#### [Records shown]

════════

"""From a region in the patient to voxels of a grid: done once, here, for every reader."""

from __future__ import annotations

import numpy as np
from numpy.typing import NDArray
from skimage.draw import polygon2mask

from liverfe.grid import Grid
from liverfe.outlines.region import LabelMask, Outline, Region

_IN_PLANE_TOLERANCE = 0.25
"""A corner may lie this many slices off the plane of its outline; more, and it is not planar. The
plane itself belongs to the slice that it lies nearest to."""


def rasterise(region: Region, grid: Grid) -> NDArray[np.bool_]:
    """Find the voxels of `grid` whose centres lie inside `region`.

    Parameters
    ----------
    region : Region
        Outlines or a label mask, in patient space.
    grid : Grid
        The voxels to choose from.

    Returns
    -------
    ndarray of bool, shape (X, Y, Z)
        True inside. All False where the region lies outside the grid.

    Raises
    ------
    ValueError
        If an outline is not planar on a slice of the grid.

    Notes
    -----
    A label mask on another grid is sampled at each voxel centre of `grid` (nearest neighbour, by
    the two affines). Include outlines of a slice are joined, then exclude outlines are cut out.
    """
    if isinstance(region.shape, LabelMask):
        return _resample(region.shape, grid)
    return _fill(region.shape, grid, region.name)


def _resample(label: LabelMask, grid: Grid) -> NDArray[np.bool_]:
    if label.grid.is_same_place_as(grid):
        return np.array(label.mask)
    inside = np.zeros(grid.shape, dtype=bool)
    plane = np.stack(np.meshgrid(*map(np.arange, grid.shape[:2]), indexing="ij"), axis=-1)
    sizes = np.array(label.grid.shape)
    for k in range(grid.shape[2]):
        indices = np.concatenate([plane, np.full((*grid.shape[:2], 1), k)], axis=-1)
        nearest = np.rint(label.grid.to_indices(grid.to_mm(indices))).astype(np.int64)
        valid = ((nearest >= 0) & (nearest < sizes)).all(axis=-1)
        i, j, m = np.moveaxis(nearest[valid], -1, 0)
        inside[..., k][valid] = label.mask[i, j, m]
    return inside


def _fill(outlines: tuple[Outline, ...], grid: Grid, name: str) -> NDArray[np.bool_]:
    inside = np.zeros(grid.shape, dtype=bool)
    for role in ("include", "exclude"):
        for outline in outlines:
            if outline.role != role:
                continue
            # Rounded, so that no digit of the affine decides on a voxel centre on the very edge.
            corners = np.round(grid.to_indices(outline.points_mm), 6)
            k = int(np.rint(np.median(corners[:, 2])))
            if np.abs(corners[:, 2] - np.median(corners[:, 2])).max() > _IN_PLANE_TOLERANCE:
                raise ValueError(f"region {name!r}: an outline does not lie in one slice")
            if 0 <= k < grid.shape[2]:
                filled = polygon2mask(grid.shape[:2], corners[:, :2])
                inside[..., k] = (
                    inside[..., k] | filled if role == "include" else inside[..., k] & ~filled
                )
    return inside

════════

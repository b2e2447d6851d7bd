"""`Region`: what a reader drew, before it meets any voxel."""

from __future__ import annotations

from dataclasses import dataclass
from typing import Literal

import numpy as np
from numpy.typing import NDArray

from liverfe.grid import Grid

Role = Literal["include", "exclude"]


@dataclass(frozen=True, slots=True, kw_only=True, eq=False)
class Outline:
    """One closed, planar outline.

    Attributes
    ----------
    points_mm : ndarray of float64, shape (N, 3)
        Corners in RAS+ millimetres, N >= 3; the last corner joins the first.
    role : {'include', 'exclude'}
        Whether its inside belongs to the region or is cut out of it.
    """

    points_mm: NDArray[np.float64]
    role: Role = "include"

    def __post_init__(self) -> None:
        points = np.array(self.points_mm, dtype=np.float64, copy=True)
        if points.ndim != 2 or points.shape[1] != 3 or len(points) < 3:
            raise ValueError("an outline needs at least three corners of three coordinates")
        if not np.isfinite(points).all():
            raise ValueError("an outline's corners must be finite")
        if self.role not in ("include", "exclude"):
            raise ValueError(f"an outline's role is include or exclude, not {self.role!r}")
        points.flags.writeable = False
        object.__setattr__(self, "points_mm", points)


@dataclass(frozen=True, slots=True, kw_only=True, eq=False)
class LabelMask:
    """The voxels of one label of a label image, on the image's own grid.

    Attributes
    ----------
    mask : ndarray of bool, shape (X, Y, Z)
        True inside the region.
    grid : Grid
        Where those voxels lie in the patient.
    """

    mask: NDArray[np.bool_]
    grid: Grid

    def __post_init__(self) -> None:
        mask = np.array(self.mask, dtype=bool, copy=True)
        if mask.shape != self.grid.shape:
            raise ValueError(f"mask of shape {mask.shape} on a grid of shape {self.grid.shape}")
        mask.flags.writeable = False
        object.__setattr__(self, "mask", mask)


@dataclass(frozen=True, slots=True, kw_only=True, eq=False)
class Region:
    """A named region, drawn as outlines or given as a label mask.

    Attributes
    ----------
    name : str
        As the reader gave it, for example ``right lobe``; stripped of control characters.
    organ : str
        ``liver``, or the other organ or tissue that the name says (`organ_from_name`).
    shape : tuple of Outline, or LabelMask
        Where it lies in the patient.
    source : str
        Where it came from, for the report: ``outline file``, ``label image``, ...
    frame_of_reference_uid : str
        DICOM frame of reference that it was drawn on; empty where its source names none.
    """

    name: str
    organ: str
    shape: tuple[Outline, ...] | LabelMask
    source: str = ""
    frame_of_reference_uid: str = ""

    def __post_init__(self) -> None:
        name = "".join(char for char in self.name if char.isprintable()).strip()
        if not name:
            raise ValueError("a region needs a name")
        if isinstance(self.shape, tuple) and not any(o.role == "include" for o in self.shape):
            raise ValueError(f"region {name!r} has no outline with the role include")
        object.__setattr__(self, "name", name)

════════

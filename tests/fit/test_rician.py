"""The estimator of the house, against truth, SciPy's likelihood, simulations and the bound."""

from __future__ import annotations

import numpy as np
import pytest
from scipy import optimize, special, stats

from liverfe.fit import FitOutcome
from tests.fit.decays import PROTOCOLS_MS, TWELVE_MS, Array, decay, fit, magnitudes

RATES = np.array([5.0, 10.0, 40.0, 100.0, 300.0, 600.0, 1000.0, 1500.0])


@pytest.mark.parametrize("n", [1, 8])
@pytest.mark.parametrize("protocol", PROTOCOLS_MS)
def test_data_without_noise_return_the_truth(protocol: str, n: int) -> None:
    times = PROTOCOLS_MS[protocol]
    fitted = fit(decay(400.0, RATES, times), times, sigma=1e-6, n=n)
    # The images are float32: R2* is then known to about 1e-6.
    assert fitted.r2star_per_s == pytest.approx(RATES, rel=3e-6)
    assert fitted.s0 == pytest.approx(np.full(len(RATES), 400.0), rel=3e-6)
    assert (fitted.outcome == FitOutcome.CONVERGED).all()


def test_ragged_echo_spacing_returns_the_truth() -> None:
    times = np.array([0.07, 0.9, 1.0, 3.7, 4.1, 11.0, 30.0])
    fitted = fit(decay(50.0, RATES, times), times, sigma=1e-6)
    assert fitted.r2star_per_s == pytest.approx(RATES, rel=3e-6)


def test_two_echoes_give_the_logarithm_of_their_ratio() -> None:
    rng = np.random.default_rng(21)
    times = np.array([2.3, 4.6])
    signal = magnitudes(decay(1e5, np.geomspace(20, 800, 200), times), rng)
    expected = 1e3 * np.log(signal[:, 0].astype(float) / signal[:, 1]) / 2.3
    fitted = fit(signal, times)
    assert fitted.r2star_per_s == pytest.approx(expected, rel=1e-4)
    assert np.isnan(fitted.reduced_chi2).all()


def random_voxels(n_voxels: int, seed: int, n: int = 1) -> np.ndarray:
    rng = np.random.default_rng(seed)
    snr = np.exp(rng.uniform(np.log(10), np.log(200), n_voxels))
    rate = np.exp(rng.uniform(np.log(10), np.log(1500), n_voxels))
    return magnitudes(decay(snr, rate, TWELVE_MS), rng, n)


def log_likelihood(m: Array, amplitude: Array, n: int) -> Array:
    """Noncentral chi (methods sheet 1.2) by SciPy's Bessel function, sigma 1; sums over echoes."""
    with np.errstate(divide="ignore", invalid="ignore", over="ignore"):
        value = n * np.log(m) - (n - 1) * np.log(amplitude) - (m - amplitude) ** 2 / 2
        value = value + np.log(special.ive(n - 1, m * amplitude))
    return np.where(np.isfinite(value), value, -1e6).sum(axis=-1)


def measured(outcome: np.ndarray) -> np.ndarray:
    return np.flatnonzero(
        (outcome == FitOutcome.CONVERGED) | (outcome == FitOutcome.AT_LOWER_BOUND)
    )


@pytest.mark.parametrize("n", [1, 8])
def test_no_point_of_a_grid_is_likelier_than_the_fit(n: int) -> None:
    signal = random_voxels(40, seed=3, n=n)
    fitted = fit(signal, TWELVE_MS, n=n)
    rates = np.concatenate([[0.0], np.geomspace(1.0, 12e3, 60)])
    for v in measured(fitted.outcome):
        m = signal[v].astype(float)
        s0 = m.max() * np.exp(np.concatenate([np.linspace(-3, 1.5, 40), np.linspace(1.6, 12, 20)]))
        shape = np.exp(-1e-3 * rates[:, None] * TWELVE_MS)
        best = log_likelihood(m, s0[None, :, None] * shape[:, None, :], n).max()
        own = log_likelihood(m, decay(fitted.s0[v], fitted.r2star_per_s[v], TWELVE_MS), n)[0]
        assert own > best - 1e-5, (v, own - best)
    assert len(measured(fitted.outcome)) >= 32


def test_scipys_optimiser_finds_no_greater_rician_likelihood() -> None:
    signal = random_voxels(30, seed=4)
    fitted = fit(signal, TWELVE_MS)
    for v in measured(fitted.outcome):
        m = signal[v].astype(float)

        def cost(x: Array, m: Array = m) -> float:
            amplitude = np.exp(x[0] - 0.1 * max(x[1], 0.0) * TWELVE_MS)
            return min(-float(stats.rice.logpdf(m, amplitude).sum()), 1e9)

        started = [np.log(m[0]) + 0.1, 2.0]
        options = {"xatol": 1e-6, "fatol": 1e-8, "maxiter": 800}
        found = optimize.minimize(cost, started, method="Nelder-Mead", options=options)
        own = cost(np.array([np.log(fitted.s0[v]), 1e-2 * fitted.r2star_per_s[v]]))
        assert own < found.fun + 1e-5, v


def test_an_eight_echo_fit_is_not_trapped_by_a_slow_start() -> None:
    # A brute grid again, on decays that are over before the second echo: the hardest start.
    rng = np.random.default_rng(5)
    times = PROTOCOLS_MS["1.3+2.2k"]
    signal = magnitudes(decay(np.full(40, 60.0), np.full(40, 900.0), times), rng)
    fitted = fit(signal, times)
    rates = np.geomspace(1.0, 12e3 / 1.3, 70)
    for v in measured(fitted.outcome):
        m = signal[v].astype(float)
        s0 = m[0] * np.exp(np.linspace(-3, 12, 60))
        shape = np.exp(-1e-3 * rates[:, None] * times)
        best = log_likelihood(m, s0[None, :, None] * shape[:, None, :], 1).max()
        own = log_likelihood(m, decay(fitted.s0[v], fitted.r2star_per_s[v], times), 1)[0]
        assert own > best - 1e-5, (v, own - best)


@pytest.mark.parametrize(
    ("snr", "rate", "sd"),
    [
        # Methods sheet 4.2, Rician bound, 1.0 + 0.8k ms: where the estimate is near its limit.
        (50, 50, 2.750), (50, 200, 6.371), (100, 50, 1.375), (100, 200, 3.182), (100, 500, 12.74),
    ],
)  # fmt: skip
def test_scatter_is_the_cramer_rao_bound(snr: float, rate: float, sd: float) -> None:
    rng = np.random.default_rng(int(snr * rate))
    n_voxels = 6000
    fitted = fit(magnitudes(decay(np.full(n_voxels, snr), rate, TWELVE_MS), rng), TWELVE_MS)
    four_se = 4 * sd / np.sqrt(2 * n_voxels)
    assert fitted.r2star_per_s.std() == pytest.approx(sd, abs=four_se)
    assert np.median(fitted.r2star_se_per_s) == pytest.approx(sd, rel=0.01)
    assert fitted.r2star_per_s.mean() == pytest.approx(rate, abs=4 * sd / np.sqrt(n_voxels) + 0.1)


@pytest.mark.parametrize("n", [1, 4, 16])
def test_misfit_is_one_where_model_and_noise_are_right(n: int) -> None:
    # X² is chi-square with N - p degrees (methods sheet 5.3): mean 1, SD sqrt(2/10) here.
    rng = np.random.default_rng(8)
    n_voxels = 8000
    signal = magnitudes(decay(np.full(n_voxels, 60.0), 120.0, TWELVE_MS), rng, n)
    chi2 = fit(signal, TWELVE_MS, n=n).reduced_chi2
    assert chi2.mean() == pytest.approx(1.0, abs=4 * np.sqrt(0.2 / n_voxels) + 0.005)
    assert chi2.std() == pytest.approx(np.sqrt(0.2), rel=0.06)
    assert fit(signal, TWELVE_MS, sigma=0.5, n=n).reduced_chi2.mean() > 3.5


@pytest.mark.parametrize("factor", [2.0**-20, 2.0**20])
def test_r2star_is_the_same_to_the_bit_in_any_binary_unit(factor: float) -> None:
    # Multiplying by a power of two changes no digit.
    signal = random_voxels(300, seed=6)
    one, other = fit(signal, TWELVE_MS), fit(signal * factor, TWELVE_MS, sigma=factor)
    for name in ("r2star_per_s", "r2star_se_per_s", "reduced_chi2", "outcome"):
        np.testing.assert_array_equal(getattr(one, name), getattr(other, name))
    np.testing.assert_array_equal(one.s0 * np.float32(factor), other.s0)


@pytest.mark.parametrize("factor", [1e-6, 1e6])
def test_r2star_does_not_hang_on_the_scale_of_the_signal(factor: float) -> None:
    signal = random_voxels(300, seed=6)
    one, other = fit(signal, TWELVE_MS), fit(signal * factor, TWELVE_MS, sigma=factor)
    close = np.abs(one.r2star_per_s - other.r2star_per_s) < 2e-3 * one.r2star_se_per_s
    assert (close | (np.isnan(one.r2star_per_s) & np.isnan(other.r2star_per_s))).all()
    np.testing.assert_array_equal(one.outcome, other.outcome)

════════

#### [Exercise brief]
Scan the records above for the lines holding "a region in" and "return _resample(region.shape, grid)". Transcribe those two and every line between them word for word, and no others.

#### [Response to the task]
"""From a region in the patient to voxels of a grid: done once, here, for every reader."""

from __future__ import annotations

import numpy as np
from numpy.typing import NDArray
from skimage.draw import polygon2mask

from liverfe.grid import Grid
from liverfe.outlines.region import LabelMask, Outline, Region

_IN_PLANE_TOLERANCE = 0.25
"""A corner may lie this many slices off the plane of its outline; more, and it is not planar. The
plane itself belongs to the slice that it lies nearest to."""


def rasterise(region: Region, grid: Grid) -> NDArray[np.bool_]:
    """Find the voxels of `grid` whose centres lie inside `region`.

    Parameters
    ----------
    region : Region
        Outlines or a label mask, in patient space.
    grid : Grid
        The voxels to choose from.

    Returns
    -------
    ndarray of bool, shape (X, Y, Z)
        True inside. All False where the region lies outside the grid.

    Raises
    ------
    ValueError
        If an outline is not planar on a slice of the grid.

    Notes
    -----
    A label mask on another grid is sampled at each voxel centre of `grid` (nearest neighbour, by
    the two affines). Include outlines of a slice are joined, then exclude outlines are cut out.
    """
    if isinstance(region.shape, LabelMask):
        return _resample(region.shape, grid)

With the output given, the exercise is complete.